Furthermore there are fundamental reasons why it is unappealing for MakerDAO to adopt an external Oracle protocol that were cited in the thread you linked and have not changed since then. It is an incredibly dangerous position for the DAO to hand over control of the system to an external protocol. This is made even more dangerous by the fact Chainlink isn’t a decentralized protocol, but rather a centralized company which retains the ability to control who is a Feed for an Oracle, which ultimately allows them to manipulate the Oracle price at will. The amount of leverage it gives the external protocol and its stakeholders is enormous. It throttles the Maker Protocol’s ability to scale, relative to an in-house protocol which is purpose built for the needs of the Maker Protocol. The DAO should never put itself in a position where its expenses can be controlled by an external entity. This is before even taking into account that Chainlink’s model of using a volatile token to pay for Oracle services is broken. Not only that, but the DAO has an incredible business opportunity to sell its Oracle services which already have a large portfolio of users, whose adoption is accelerating, and which are expected to generate significant revenue. As you can see, there is little reason the Maker Protocol should utilize Chainlink, nor any other Oracle protocol.

Thank you for registering a forum account just so you can shill. I respect the hustle.

10 Likes

I appreciate the response and additional clarification on some of the points I brought up. At the end of the day I’m just a DAI user that wants the best for the Maker protocol as I believe it to be a crucial pillar of DeFi as a whole.

That said, I do not share many of the concerns you brought up regarding Chainlink. Namely around centralization—Chainlink consists of hundreds of public nodes (market.link) which have undergone security reviews and verified to be independent. Also, I think Chainlink would actually enable Maker to scale at a faster rate when it comes to things like adding additional collateral types. This is part of the reason why projects like Yearn, Synthetix, Aave etc. are so nimble. They don’t have to worry about oracle-related bottlenecks.

Again I really appreciate the thoughtful response, and I applaud the efforts you are making. However, I’d love to know what the community at large thinks regarding this issue.

We’re on the same page about LINK. I trust the experts.

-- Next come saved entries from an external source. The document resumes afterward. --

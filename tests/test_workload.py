"""Only the work the settings need: shortcuts agree with the full rules, bounds hold."""

from __future__ import annotations

import numpy as np
import pytest
from sklearn.datasets import load_iris, make_blobs
from sklearn.metrics import adjusted_rand_score

from drift.model.count_rules import choose_components, choose_roles
from drift.model.counting import fit_kmeans, select_components, select_roles, subsample


def _iris_z():
    # source: scikit-learn's bundled iris data, standardised
    x = load_iris().data
    return (x - x.mean(axis=0)) / x.std(axis=0)


@pytest.mark.parametrize("rule", [2, 3, 0.9, 0.7])
def test_fixed_components_agree_with_the_full_rule_without_parallel_analysis(rule):
    z = _iris_z()
    n, diag = select_components(z, rule, variance_threshold=0.9, seed=0)
    n_full, full = choose_components(z, rule, variance_threshold=0.9, seed=0)
    assert n == n_full
    # eigenvalues from the covariance agree with numpy's SVD (reference library)
    np.testing.assert_allclose(diag["eigenvalue"], full["eigenvalue"], rtol=1e-10, atol=1e-12)
    # source: shared check-values list (iris standardised: 0.729624; R prcomp 0.7296, from memory)
    assert diag["explained_ratio"].iloc[0] == pytest.approx(0.7296, abs=1e-3)
    assert diag["random_eigenvalue_95"].isna().all()
    assert not diag["pick_parallel"].any()
    assert (diag["pick_variance"] == full["pick_variance"]).all()


def test_automatic_components_on_a_large_pool_use_a_bounded_sample():
    rng = np.random.default_rng(3)
    latent = rng.standard_normal((6000, 3))
    z = latent @ rng.standard_normal((3, 12)) + 0.3 * rng.standard_normal((6000, 12))
    z = (z - z.mean(axis=0)) / z.std(axis=0)
    n_sample, _ = select_components(z, "parallel", max_rows=1500, variance_threshold=0.9, seed=0)
    n_full, _ = choose_components(z, "parallel", variance_threshold=0.9, seed=0)
    assert n_sample == n_full == 3


def test_fixed_roles_give_the_same_fit_as_the_rule_and_skip_the_gap():
    x, _ = make_blobs(n_samples=600, centers=4, n_features=3, random_state=1)
    fast = select_roles(x, 4, seed=0, n_init=3, n_boot=5, max_roles=14)
    full = choose_roles(x, 4, seed=0, n_init=3, n_boot=5, max_roles=14)
    np.testing.assert_array_equal(fast.kmeans.labels_, full.kmeans.labels_)
    np.testing.assert_allclose(fast.stability, full.stability)
    assert fast.diagnostics["gap"].isna().all()
    assert fast.diagnostics["silhouette"].iloc[0] == pytest.approx(full.diagnostics["silhouette"].iloc[0])


def test_automatic_roles_on_a_sample_then_the_final_fit_on_every_row():
    x, truth = make_blobs(n_samples=3000, centers=4, n_features=3, cluster_std=0.8, random_state=2)
    choice = select_roles(x, "auto", max_roles=6, seed=0, n_init=3, n_boot=5, max_rows=400)
    assert choice.k == 4
    assert len(choice.kmeans.labels_) == len(x)
    assert adjusted_rand_score(truth, choice.kmeans.labels_) > 0.99
    assert choice.stability.shape == (4,) and (choice.stability > 0.9).all()


def test_kmeans_on_a_large_pool_refines_a_sampled_start_to_the_full_optimum():
    x, _ = make_blobs(n_samples=5000, centers=6, n_features=4, random_state=4)
    full = fit_kmeans(x, 6, seed=0, n_init=5)
    fast = fit_kmeans(x, 6, seed=0, n_init=5, max_rows=500)
    assert adjusted_rand_score(full.labels_, fast.labels_) > 0.999
    assert fast.inertia_ == pytest.approx(full.inertia_, rel=1e-3)


def test_subsample_is_seeded_sorted_and_only_when_needed():
    assert subsample(10, 10, 0) is None
    a, b = subsample(1000, 50, 7), subsample(1000, 50, 7)
    np.testing.assert_array_equal(a, b)
    assert len(np.unique(a)) == 50 and (np.diff(a) > 0).all()
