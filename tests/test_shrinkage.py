"""Processing raw values: shrinkage toward the pool mean."""

from __future__ import annotations

import numpy as np
import pandas as pd
import pytest

from drift.model._shrinkage import process
from drift.model.noise import james_stein_factor


def test_equal_samples_give_the_james_stein_factor():
    # Efron & Morris (1975) batting averages, first 45 at-bats (shared/check-values.md)
    y = np.array([.400, .378, .356, .333, .311, .311, .289, .267, .244, .244, .222, .222, .222,
                  .222, .222, .200, .178, .156])
    v = y.mean() * (1 - y.mean()) / 45
    s = ((y - y.mean()) ** 2).sum()
    tau2 = s / (len(y) - 3) - v
    noise = pd.DataFrame({"mean": [y.mean()], "sigma2": [v * 45], "tau2": [tau2], "transient_var": [0.0]})
    out, state = process(y[:, None], np.full((len(y), 1), 45.0), np.full(len(y), 45.0), noise,
                         ("rate",), shrink=True)
    # source: Efron & Morris (1975), c = 1 - (k - 3) s2 / S, about 0.212 for these data
    c = james_stein_factor(y, v)
    assert c == pytest.approx(0.212, abs=0.01)
    np.testing.assert_allclose(state.factor[:, 0], c, rtol=1e-9)
    np.testing.assert_allclose(out[:, 0], y.mean() + c * (y - y.mean()), rtol=1e-9)


def test_missing_values_land_on_the_mean_and_no_shrink_keeps_values():
    noise = pd.DataFrame({"mean": [0.5], "sigma2": [1.0], "tau2": [0.01], "transient_var": [0.0]})
    y = np.array([[0.2], [np.nan], [0.9]])
    e = np.array([[100.0], [0.0], [1e9]])
    out, _ = process(y, e, np.ones(3), noise, ("rate",), shrink=True)
    assert out[1, 0] == 0.5 and abs(out[2, 0] - 0.9) < 1e-6 and 0.2 < out[0, 0] < 0.5
    kept, _ = process(y, e, np.ones(3), noise, ("rate",), shrink=False)
    np.testing.assert_allclose(kept[:, 0], [0.2, 0.5, 0.9])
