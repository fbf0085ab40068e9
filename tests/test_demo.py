"""The fictional demo league: reproducible, big enough, realistic ranges, truth beside it."""

from __future__ import annotations

import numpy as np
from conftest import DEMO, borrowed_labels

from drift.sim.demo import ARCHETYPES, PLAY_TYPES, generate_league, write_league


def test_committed_files_are_what_the_generator_writes(tmp_path):
    write_league(tmp_path)
    for committed in sorted(DEMO.glob("*.csv")) + [DEMO / "truth" / "truth.csv"]:
        fresh = tmp_path / committed.relative_to(DEMO)
        assert fresh.read_bytes() == committed.read_bytes(), f"{committed.name}: rerun python -m drift.sim.demo demo_seasons"


def test_size_of_the_league(demo_prepared):
    kept = demo_prepared.kept
    assert kept["season"].nunique() >= 6
    per_season = kept.groupby("season").size()
    assert (per_season >= 300).all(), per_season
    teams = set(t for ts in demo_prepared.seasons["team"] for t in ts.split("/"))
    assert len(teams) >= 20
    assert len(demo_prepared.features) >= 30


def test_values_in_realistic_ranges(demo_prepared):
    s = demo_prepared.seasons
    shares = s[[f"share_{t}" for t in PLAY_TYPES]]
    np.testing.assert_allclose(shares.sum(axis=1), 1.0, atol=2e-3)
    assert s["usage_pct"].between(0, 50).all() and s["ts_pct"].between(0.3, 0.9).all()
    assert s["three_pa_rate"].between(0, 1).all() and s["minutes"].max() < 3300
    ppp = s[[f"ppp_{t}" for t in PLAY_TYPES]]
    assert ppp.isna().any().any()  # unused play types have no efficiency
    assert ppp.stack().dropna().between(0, 3).all()


def test_noise_shrinks_with_minutes(demo_prepared, demo_truth):
    """Spread of usage around the player's own mean is larger for short seasons."""
    s = demo_prepared.seasons
    s = s[s.groupby("player_id")["season"].transform("size") >= 3].copy()
    s["dev"] = s["usage_pct"] - s.groupby("player_id")["usage_pct"].transform("mean")
    short = s.loc[s["minutes"] < 500, "dev"].std()
    long = s.loc[s["minutes"] > 2000, "dev"].std()
    assert short > 1.5 * long


def test_stories_are_present(demo_truth, demo_prepared):
    assert len(demo_prepared.stints) > 0  # mid-season trades
    assert demo_truth["changed"].sum() > 100  # real role changes
    assert demo_truth["between"].mean() > 0.05  # players between two roles
    seasons = sorted(demo_truth["season"].unique())
    first = set(demo_truth.loc[demo_truth["season"] == seasons[0], "player_id"])
    last = set(demo_truth.loc[demo_truth["season"] == seasons[-1], "player_id"])
    assert last - first and first - last  # rookies arrive, players depart
    assert set(demo_truth["true_role"]) == set(ARCHETYPES)


def test_archetypes_reuse_no_published_role_label():
    """The demo's true roles are our own fiction: no rating service's label, in code or in the truth files."""
    assert {key: borrowed_labels(key) for key in ARCHETYPES if borrowed_labels(key)} == {}
    for text in ((DEMO / "truth" / "archetypes.csv").read_text(), (DEMO / "README.md").read_text()):
        assert borrowed_labels(text) == []


def test_names_are_invented_and_unique():
    league = generate_league(seed=5)
    names = league.rows.drop_duplicates("player_id")["player"]
    assert names.is_unique


def test_seed_changes_the_league():
    a = generate_league(seed=1).rows
    b = generate_league(seed=2).rows
    assert not a["usage_pct"].head(50).equals(b["usage_pct"].head(50))
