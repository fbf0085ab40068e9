"""Shared fixtures: the committed demo league, fitted once per session, and small tables."""

from __future__ import annotations

from pathlib import Path

import numpy as np
import pandas as pd
import pytest
import sklearn.cluster  # noqa: F401  (loads scikit-learn's OpenMP runtime so the limit below reaches it)
from threadpoolctl import threadpool_limits

# Many tiny K-means and linear-algebra calls: one math-library thread each is
# faster than an OpenMP region per call, and it cannot be slowed to a crawl by
# other work on a busy 2-core machine. Tests that call the selection rules
# directly (outside the API's own limit) need this too: a pool that is not loaded
# yet cannot be limited, hence the import above.
_THREADS = threadpool_limits(limits=1)

ROOT = Path(__file__).resolve().parent.parent
DEMO = ROOT / "demo_seasons"

#: role and position labels that existing rating services publish and drift must not reuse in its
#: role names, the demo's archetypes, the simulated profiles or the docs: whole phrases, and
#: ``combo`` as a word anywhere in a name (the list of issue 23)
BORROWED_LABELS = ("primary ball handler", "slasher", "movement shooter", "stretch big", "perimeter stopper",
                   "combo")


def borrowed_labels(text: str) -> list:
    """The :data:`BORROWED_LABELS` that ``text`` uses as words (case, hyphens, underscores and plurals ignored)."""
    import re

    plain = re.sub(r"[-_\s]+", " ", text.lower())
    return [label for label in BORROWED_LABELS if re.search(rf"\b{label}s?\b", plain)]


class _SharedFits:
    """Each distinct fit runs once per test run: ``RoleModel.fit`` memoised on its data and settings.

    The key is everything a fit depends on (the pool's rows, the features, every model setting and
    the intake policy), so a hit returns exactly the model the fit would have made; the warnings the
    real fit raised are raised again on every hit. The demo league is fitted by several fixtures,
    the CLI, the API and the docs' example with the same settings: once is enough. Tests marked
    ``refit`` (determinism checks) always fit for real.
    """

    def __init__(self):
        self.enabled = True
        self.store = {}
        self.fits = 0

    def key(self, model, pool, features, intake):
        import json

        values = pd.util.hash_pandas_object(pool, index=False).to_numpy()
        intake_key = None if intake is None else json.dumps(intake.to_dict(), sort_keys=True, default=str)
        return (tuple(pool.columns), len(pool), values.tobytes(), tuple(features),
                json.dumps(model.settings.to_dict(), sort_keys=True, default=str), intake_key)

    def install(self):
        import copy
        import warnings

        from drift.model.estimator import RoleModel

        real_fit = RoleModel.fit
        shared = self

        def fit(model, pool, *, features, intake=None):
            if not shared.enabled:
                return real_fit(model, pool, features=features, intake=intake)
            key = shared.key(model, pool, features, intake)
            if key not in shared.store:
                with warnings.catch_warnings(record=True) as caught:
                    warnings.simplefilter("always")
                    real_fit(model, pool, features=features, intake=intake)
                shared.fits += 1
                shared.store[key] = (copy.deepcopy(model.__dict__), [(w.message, w.category) for w in caught])
            state, said = shared.store[key]
            model.__dict__.update(copy.deepcopy(state))
            for message, category in said:
                warnings.warn(message, category, stacklevel=2)
            return model

        fit.__doc__ = real_fit.__doc__
        RoleModel.fit = fit


SHARED_FITS = _SharedFits()
SHARED_FITS.install()


@pytest.fixture(autouse=True)
def _fit_for_real_when_marked(request):
    """Tests marked ``refit`` check that fitting itself is deterministic: no shared fits for them."""
    if request.node.get_closest_marker("refit") is None:
        yield
        return
    SHARED_FITS.enabled = False
    try:
        yield
    finally:
        SHARED_FITS.enabled = True


@pytest.fixture(scope="session")
def demo_truth():
    return pd.read_csv(DEMO / "truth" / "truth.csv", dtype={"season": str})


@pytest.fixture(scope="session")
def demo_prepared():
    from drift.api import prepare

    return prepare(DEMO)


#: the demo league's points-per-possession columns on few possessions are noise by construction
#: (its players differ little in efficiency): every fit of it names the ones near zero in a warning.
#: That one warning (about ppp_ columns only) is expected wherever the demo is fitted; the fixture
#: below checks it is raised, tests/test_noise.py checks the rule, and any other warning still fails.
DEMO_UNRELIABLE = r"ppp_roll_man \(signal share 0.0"


def pytest_configure(config):
    config.addinivalue_line(
        "filterwarnings",
        r"ignore:\d+ feature\(s\) carry almost no signal[^;]*zero. (ppp_\w+ \([^)]*\),? ?)+;"
        ":drift.errors.UnreliableFeatureWarning")


@pytest.fixture(scope="session")
def demo_model(demo_prepared):
    from drift.api import fit_model
    from drift.errors import UnreliableFeatureWarning

    with pytest.warns(UnreliableFeatureWarning, match=DEMO_UNRELIABLE):
        return fit_model(demo_prepared)


#: the one comparison every shared demo run makes, so the in-process analysis and the CLI run
#: below write the same files
DEMO_COMPARE = ("2019-20", "2024-25")


@pytest.fixture(scope="session")
def demo_analysis(demo_prepared, demo_model):
    from drift.api import analyse
    from drift.config import Config

    return analyse(demo_prepared, demo_model, Config(compare=DEMO_COMPARE))


@pytest.fixture(scope="session")
def demo_run(tmp_path_factory):
    """``drift run`` on the demo league through the CLI, once per session: (exit code, out folder).

    With the two pipelines above this is the suite's third and last full fit of the demo league.
    """
    from drift.cli import main

    out = tmp_path_factory.mktemp("run") / "report"
    code = main(["run", str(DEMO), "--out", str(out), "--compare", *DEMO_COMPARE])
    return code, out


@pytest.fixture(scope="session")
def small_run(demo_run, tmp_path_factory):
    """A cheap CLI run on two seasons with fixed counts, carrying ids from the demo run's model."""
    from drift.cli import main

    out = tmp_path_factory.mktemp("small") / "report"
    code = main(["run", str(DEMO), "--out", str(out), "--roles", "4", "--components", "3",
                 "--reference", "2023-24", "2024-25", "--previous", str(demo_run[1] / "model.json")])
    return code, out


def small_table(n_players=6, seasons=("2021-22", "2022-23"), seed=0):
    """A tiny hand-sized season table with the standard columns and four features."""
    rng = np.random.default_rng(seed)
    rows = []
    for s in seasons:
        for i in range(n_players):
            rows.append({"player_id": f"P{i}", "player": f"Player {i}", "season": s, "team": "AAA",
                         "games": 60, "minutes": 1500, "share_spot_up": rng.uniform(0.1, 0.5),
                         "ppp_spot_up": rng.uniform(0.8, 1.2), "usage_pct": rng.uniform(12, 30),
                         "ts_pct": rng.uniform(0.5, 0.62)})
    return pd.DataFrame(rows)


@pytest.fixture
def write_csv(tmp_path):
    def _write(frame, name="2021-22.csv"):
        path = tmp_path / name
        frame.to_csv(path, index=False)
        return path
    return _write


#: fixtures that fit or run the whole demo league: a test that needs one is slow by construction
_DEMO_FIXTURES = {"demo_prepared", "demo_model", "demo_analysis", "demo_run", "small_run"}


def pytest_collection_modifyitems(config, items):
    """Mark every test that needs a demo fit or run as ``slow``: ``-m 'not slow'`` is the fast inner loop."""
    for item in items:
        if _DEMO_FIXTURES & set(getattr(item, "fixturenames", ())):
            item.add_marker(pytest.mark.slow)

I think Oracles are a core competency of Maker and should not be outsourced. Oracle is knowing the truth. You don’t rely on a third party to know the truth.

4 Likes

I would feel better about this statement if you had engaged with Maker Governance on any other issue, and if your previous post had not been liked by multiple accounts that are either days old, or have interacted almost exclusively with chainlink related threads. Normally when you see multiple users signing up to like a post, it’s a good sign that it’s been shared elsewhere. Nothing wrong with that in and of itself, but it somewhat undermines your claim that you are ‘just’ a concerned DAI user.

Certainly possible I’m wrong and generally I try to engage in good faith, but yeah, posts like this have a tendency to be interpreted negatively (whether accurately or not.)

7 Likes

This topic was automatically closed 7 days after the last reply. New replies are no longer allowed.